→ YOUR ASSIGNMENT: Every line in the records below that holds "previous" must be identified and copied.

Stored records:
....

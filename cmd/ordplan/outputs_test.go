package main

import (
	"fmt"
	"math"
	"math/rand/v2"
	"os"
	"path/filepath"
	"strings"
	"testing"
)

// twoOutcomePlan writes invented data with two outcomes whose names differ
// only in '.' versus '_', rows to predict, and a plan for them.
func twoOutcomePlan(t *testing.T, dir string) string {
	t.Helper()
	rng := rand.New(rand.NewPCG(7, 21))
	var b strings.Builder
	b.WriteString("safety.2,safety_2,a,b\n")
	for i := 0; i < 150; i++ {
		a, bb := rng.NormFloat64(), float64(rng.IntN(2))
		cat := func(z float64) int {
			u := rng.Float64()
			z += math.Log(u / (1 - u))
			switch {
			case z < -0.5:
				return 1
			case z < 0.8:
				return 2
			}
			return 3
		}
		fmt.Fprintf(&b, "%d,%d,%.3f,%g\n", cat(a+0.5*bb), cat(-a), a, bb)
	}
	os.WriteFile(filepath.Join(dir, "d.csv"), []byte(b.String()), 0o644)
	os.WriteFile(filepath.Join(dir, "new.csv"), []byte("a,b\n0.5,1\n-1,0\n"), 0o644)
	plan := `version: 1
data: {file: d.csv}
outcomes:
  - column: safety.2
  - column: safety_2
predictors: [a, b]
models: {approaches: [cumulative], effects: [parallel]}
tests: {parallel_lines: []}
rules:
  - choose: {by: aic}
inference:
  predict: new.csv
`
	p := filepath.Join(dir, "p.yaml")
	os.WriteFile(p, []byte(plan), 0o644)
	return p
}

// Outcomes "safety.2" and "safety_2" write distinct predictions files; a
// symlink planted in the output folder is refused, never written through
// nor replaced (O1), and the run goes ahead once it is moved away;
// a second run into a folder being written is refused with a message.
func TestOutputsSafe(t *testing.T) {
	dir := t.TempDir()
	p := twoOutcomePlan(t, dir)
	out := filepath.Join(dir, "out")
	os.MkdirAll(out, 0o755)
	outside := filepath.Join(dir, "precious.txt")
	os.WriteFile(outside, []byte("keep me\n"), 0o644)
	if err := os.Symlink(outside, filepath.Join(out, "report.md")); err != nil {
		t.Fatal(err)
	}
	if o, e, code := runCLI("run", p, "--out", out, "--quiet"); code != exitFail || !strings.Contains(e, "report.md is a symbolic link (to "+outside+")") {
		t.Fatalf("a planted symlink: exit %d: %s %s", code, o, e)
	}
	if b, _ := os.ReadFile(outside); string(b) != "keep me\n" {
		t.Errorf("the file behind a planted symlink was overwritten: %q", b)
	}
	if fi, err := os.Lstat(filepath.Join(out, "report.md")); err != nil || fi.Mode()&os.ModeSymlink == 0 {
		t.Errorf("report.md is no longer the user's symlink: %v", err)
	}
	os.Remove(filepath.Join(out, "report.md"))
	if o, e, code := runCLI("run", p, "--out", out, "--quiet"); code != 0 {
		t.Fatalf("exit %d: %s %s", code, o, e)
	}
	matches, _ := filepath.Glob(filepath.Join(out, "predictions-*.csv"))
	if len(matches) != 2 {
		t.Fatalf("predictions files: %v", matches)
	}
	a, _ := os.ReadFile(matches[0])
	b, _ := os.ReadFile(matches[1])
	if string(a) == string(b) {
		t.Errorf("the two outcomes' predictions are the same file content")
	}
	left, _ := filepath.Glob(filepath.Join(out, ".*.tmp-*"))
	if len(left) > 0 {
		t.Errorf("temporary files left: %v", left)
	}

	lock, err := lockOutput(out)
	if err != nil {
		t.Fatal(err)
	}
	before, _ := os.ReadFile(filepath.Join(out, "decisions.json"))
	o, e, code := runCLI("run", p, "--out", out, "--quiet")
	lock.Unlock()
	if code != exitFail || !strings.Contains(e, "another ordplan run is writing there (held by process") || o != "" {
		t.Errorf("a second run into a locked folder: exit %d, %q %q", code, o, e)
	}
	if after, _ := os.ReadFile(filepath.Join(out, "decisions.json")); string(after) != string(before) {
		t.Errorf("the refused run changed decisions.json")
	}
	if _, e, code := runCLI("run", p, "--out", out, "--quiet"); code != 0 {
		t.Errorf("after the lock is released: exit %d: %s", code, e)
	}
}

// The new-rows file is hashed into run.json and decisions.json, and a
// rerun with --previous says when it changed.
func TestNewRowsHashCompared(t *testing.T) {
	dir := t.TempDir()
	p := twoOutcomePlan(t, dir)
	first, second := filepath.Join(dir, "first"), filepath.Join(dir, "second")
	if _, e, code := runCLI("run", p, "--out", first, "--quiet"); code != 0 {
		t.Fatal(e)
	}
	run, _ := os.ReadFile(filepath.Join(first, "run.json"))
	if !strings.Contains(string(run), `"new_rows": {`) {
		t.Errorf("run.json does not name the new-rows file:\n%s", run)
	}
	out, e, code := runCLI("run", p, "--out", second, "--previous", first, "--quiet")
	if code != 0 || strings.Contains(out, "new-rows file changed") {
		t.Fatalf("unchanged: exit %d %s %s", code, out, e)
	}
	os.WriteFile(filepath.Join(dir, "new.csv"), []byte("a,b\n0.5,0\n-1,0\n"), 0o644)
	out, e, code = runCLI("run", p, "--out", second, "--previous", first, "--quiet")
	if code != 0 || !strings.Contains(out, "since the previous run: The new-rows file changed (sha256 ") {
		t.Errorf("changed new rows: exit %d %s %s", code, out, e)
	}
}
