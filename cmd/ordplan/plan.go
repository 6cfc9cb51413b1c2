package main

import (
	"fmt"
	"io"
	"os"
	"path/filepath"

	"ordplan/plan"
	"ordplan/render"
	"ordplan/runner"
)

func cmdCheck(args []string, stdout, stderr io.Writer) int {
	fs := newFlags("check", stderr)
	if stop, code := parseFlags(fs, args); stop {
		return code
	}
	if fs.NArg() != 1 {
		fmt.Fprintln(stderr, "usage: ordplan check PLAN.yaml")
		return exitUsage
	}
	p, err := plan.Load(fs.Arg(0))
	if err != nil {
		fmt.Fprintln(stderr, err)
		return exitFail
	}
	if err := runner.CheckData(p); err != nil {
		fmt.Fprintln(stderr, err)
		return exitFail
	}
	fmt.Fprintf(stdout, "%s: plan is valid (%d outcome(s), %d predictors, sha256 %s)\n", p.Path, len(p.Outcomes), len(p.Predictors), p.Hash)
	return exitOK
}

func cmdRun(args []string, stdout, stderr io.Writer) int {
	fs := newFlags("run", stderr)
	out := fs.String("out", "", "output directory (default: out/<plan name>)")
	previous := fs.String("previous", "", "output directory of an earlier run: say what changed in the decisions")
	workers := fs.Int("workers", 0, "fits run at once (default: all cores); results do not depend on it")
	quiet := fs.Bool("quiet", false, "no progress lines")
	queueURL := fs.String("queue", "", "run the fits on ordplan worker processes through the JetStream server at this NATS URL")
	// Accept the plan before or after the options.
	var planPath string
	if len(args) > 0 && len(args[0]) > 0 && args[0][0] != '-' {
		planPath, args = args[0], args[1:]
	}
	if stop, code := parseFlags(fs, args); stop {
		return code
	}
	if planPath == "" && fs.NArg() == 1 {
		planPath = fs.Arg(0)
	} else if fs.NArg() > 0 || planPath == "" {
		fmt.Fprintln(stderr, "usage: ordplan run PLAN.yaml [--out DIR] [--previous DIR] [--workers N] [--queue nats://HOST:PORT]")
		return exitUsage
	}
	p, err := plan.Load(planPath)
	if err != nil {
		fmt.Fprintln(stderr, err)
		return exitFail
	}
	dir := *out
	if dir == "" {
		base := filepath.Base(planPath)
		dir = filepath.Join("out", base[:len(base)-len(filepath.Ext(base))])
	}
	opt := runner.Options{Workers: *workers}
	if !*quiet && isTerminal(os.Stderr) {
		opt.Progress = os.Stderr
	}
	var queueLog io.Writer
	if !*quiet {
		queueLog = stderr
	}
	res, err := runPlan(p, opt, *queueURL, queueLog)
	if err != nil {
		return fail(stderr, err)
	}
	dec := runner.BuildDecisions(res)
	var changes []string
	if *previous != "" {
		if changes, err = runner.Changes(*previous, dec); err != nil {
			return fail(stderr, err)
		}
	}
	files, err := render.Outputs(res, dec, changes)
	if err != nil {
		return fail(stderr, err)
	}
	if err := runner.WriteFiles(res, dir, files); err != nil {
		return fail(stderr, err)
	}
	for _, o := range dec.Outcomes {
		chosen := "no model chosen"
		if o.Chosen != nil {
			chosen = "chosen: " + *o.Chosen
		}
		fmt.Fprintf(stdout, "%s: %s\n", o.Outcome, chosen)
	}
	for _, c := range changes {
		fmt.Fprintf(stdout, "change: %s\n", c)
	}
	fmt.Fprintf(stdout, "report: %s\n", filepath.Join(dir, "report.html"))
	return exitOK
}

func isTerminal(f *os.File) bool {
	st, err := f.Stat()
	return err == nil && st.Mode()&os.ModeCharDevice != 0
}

....

→ SOLVED EXERCISE:
// rerun with --previous says when it changed.
	out, e, code := runCLI("run", p, "--out", second, "--previous", first, "--quiet")
	out, e, code = runCLI("run", p, "--out", second, "--previous", first, "--quiet")
	if code != 0 || !strings.Contains(out, "since the previous run: The new-rows file changed (sha256 ") {
	previous := fs.String("previous", "", "output directory of an earlier run: say what changed in the decisions")
		fmt.Fprintln(stderr, "usage: ordplan run PLAN.yaml [--out DIR] [--previous DIR] [--workers N] [--queue nats://HOST:PORT]")
	if *previous != "" {
		if changes, err = runner.Changes(*previous, dec); err != nil {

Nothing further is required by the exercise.